Description of the task: Restate every record that follows, keeping it exact.
-------
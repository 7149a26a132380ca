/* bench_hodge.c - the two Hodge routes of src/engines/hodge/hodge.h side by side: every
 * int_{Mbar_{g,1}} psi_1^a lambda_j lambda_k with 0 <= j <= k <= g and a = 3g-2-j-k >= 0, for
 * g = 1..G, by the Faber-Pandharipande operator (FP) and by Mumford's formula with the pushforward
 * reduction (GRR); one child process per genus and route, each with fresh tables.
 *
 * Usage:  bench_hodge [G [BUDGET_S [GMIN]]]   (defaults 12, 120 seconds per child, 1): genera
 *         GMIN..G
 * Columns: g, integrals, route, wall s, CPU s, peak MiB, memo states, checksum of the values
 * (equal results, equal sums), then the CPU ratio GRR/FP.  A route stopped by the budget is not
 * run for larger genera.
 */
#include <stdio.h>
#include <stdlib.h>

#include <flint/fmpq.h>
#include <flint/fmpq_vec.h>

#include "hodge/hodge.h"
#include "bench_util.h"

typedef struct {
    slong g;
    int route;
} bh_case;

/* Number of integrals of genus g (pairs j <= k with j + k <= 3g-2). */
static slong bh_count(slong g)
{
    slong c = 0;
    for (slong j = 0; j <= g; j++)
        for (slong k = j; k <= g; k++)
            c += j + k <= 3 * g - 2;
    return c;
}

/* All integrals of genus g by the route into v (in the order of bh_count); 0 on success. */
static int bh_compute(fmpq *v, hodge_ctx *H, slong g, int route)
{
    slong i = 0, lm[64];
    int st = WK_OK;
    for (slong j = 0; j <= g && st == WK_OK; j++)
        for (slong k = j; k <= g && st == WK_OK; k++) {
            slong a = 3 * g - 2 - j - k;
            if (a < 0)
                continue;
            for (slong t = 0; t <= g; t++)
                lm[t] = 0;
            lm[j] += j > 0, lm[k] += k > 0;
            st = hodge_integral_lambda(v + i++, H, route, g, &a, 1, NULL, 0, lm, g, NULL, 0, 0);
        }
    return st != WK_OK;
}

/* Child body: one timed run; prints its row and writes its usage line to out. */
static int bh_run(void *arg, FILE *out)
{
    const bh_case *c = arg;
    slong n = bh_count(c->g);
    fmpq *v = _fmpq_vec_init(n);
    wk_table *T = wk_table_new();
    hodge_ctx *H = hodge_new(T);
    bench_timer t;
    bench_usage u;
    bench_timer_start(&t);
    int st = bh_compute(v, H, c->g, c->route);
    u.wall = bench_timer_wall(&t);
    u.cpu = bench_timer_cpu(&t);
    u.mib = bench_peak_mib();
    printf("%3ld %5ld %-4s %9.3f %9.3f %8.1f %9ld %20lu%s\n", (long) c->g, (long) n,
           c->route == HODGE_ROUTE_FP ? "FP" : "GRR", u.wall, u.cpu, u.mib,
           (long) hodge_entries(H, c->route), bench_checksum_fmpq(v, n), st ? " (error)" : "");
    fflush(stdout);
    bench_usage_write(out, &u);
    hodge_free(H);
    wk_table_free(T);
    _fmpq_vec_clear(v, n);
    return st;
}

/* Runs one case in a child under the budget; *cpu gets its CPU seconds.  0 if it finished. */
static int bh_child(slong g, int route, unsigned budget, double *cpu)
{
    bh_case c = {g, route};
    bench_child_result ch = bench_child_run(bh_run, &c, budget);
    bench_usage u = {0.0, 0.0, 0.0};
    int ok = bench_child_ok(&ch);
    *cpu = bench_usage_read(&u, ch.text) != NULL ? u.cpu : 0.0;
    if (ch.signaled)
        printf("%3ld %5ld %-4s stopped after %u s\n", (long) g, (long) bh_count(g),
               route == HODGE_ROUTE_FP ? "FP" : "GRR", budget);
    bench_child_clear(&ch);
    return !ok;
}

int main(int argc, char **argv)
{
    slong G = 12, budget = 120, gmin = 1;
    int live[2] = {1, 1};
    if (argc > 4 || (argc > 1 && !bench_arg_slong(&G, argv[1], 1, 40))
        || (argc > 2 && !bench_arg_slong(&budget, argv[2], 1, 86400))
        || (argc > 3 && !bench_arg_slong(&gmin, argv[3], 1, G))) {
        fprintf(stderr, "usage: %s [G [BUDGET_S [GMIN]]]   (1 <= GMIN <= G <= 40)\n", argv[0]);
        return 2;
    }
    printf("  g count route     wall       CPU  peakMiB    states             checksum\n");
    for (slong g = gmin; g <= G && (live[0] || live[1]); g++) {
        double cpu[2] = {0.0, 0.0};
        for (int r = HODGE_ROUTE_FP; r >= HODGE_ROUTE_GRR; r--)
            if (live[r] && bh_child(g, r, (unsigned) budget, cpu + r) != 0)
                live[r] = 0;
        if (live[0] && live[1])
            printf("        GRR/FP CPU ratio %.2f\n", bench_ratio(cpu[HODGE_ROUTE_GRR], cpu[HODGE_ROUTE_FP]));
    }
    return 0;
}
-------
Result of the task:
repository 7149a26a132380ca
/* bench_hodge.c - the two Hodge routes of src/engines/hodge/hodge.h side by side: every
 * int_{Mbar_{g,1}} psi_1^a lambda_j lambda_k with 0 <= j <= k <= g and a = 3g-2-j-k >= 0, for
 * g = 1..G, by the Faber-Pandharipande operator (FP) and by Mumford's formula with the pushforward
 * reduction (GRR); one child process per genus and route, each with fresh tables.
 *
 * Usage:  bench_hodge [G [BUDGET_S [GMIN]]]   (defaults 12, 120 seconds per child, 1): genera
 *         GMIN..G
 * Columns: g, integrals, route, wall s, CPU s, peak MiB, memo states, checksum of the values
 * (equal results, equal sums), then the CPU ratio GRR/FP.  A route stopped by the budget is not
 * run for larger genera.
 */
#include <stdio.h>
#include <stdlib.h>

#include <flint/fmpq.h>
#include <flint/fmpq_vec.h>

#include "hodge/hodge.h"
#include "bench_util.h"

typedef struct {
    slong g;
    int route;
} bh_case;

/* Number of integrals of genus g (pairs j <= k with j + k <= 3g-2). */
static slong bh_count(slong g)
{
    slong c = 0;
    for (slong j = 0; j <= g; j++)
        for (slong k = j; k <= g; k++)
            c += j + k <= 3 * g - 2;
    return c;
}

/* All integrals of genus g by the route into v (in the order of bh_count); 0 on success. */
static int bh_compute(fmpq *v, hodge_ctx *H, slong g, int route)
{
    slong i = 0, lm[64];
    int st = WK_OK;
    for (slong j = 0; j <= g && st == WK_OK; j++)
        for (slong k = j; k <= g && st == WK_OK; k++) {
            slong a = 3 * g - 2 - j - k;
            if (a < 0)
                continue;
            for (slong t = 0; t <= g; t++)
                lm[t] = 0;
            lm[j] += j > 0, lm[k] += k > 0;
            st = hodge_integral_lambda(v + i++, H, route, g, &a, 1, NULL, 0, lm, g, NULL, 0, 0);
        }
    return st != WK_OK;
}

/* Child body: one timed run; prints its row and writes its usage line to out. */
static int bh_run(void *arg, FILE *out)
{
    const bh_case *c = arg;
    slong n = bh_count(c->g);
    fmpq *v = _fmpq_vec_init(n);
    wk_table *T = wk_table_new();
    hodge_ctx *H = hodge_new(T);
    bench_timer t;
    bench_usage u;
    bench_timer_start(&t);
    int st = bh_compute(v, H, c->g, c->route);
    u.wall = bench_timer_wall(&t);
    u.cpu = bench_timer_cpu(&t);
    u.mib = bench_peak_mib();
    printf("%3ld %5ld %-4s %9.3f %9.3f %8.1f %9ld %20lu%s\n", (long) c->g, (long) n,
           c->route == HODGE_ROUTE_FP ? "FP" : "GRR", u.wall, u.cpu, u.mib,
           (long) hodge_entries(H, c->route), bench_checksum_fmpq(v, n), st ? " (error)" : "");
    fflush(stdout);
    bench_usage_write(out, &u);
    hodge_free(H);
    wk_table_free(T);
    _fmpq_vec_clear(v, n);
    return st;
}

/* Runs one case in a child under the budget; *cpu gets its CPU seconds.  0 if it finished. */
static int bh_child(slong g, int route, unsigned budget, double *cpu)
{
    bh_case c = {g, route};
    bench_child_result ch = bench_child_run(bh_run, &c, budget);
    bench_usage u = {0.0, 0.0, 0.0};
    int ok = bench_child_ok(&ch);
    *cpu = bench_usage_read(&u, ch.text) != NULL ? u.cpu : 0.0;
    if (ch.signaled)
        printf("%3ld %5ld %-4s stopped after %u s\n", (long) g, (long) bh_count(g),
               route == HODGE_ROUTE_FP ? "FP" : "GRR", budget);
    bench_child_clear(&ch);
    return !ok;
}

int main(int argc, char **argv)
{
    slong G = 12, budget = 120, gmin = 1;
    int live[2] = {1, 1};
    if (argc > 4 || (argc > 1 && !bench_arg_slong(&G, argv[1], 1, 40))
        || (argc > 2 && !bench_arg_slong(&budget, argv[2], 1, 86400))
        || (argc > 3 && !bench_arg_slong(&gmin, argv[3], 1, G))) {
        fprintf(stderr, "usage: %s [G [BUDGET_S [GMIN]]]   (1 <= GMIN <= G <= 40)\n", argv[0]);
        return 2;
    }
    printf("  g count route     wall       CPU  peakMiB    states             checksum\n");
    for (slong g = gmin; g <= G && (live[0] || live[1]); g++) {
        double cpu[2] = {0.0, 0.0};
        for (int r = HODGE_ROUTE_FP; r >= HODGE_ROUTE_GRR; r--)
            if (live[r] && bh_child(g, r, (unsigned) budget, cpu + r) != 0)
                live[r] = 0;
        if (live[0] && live[1])
            printf("        GRR/FP CPU ratio %.2f\n", bench_ratio(cpu[HODGE_ROUTE_GRR], cpu[HODGE_ROUTE_FP]));
    }
    return 0;
}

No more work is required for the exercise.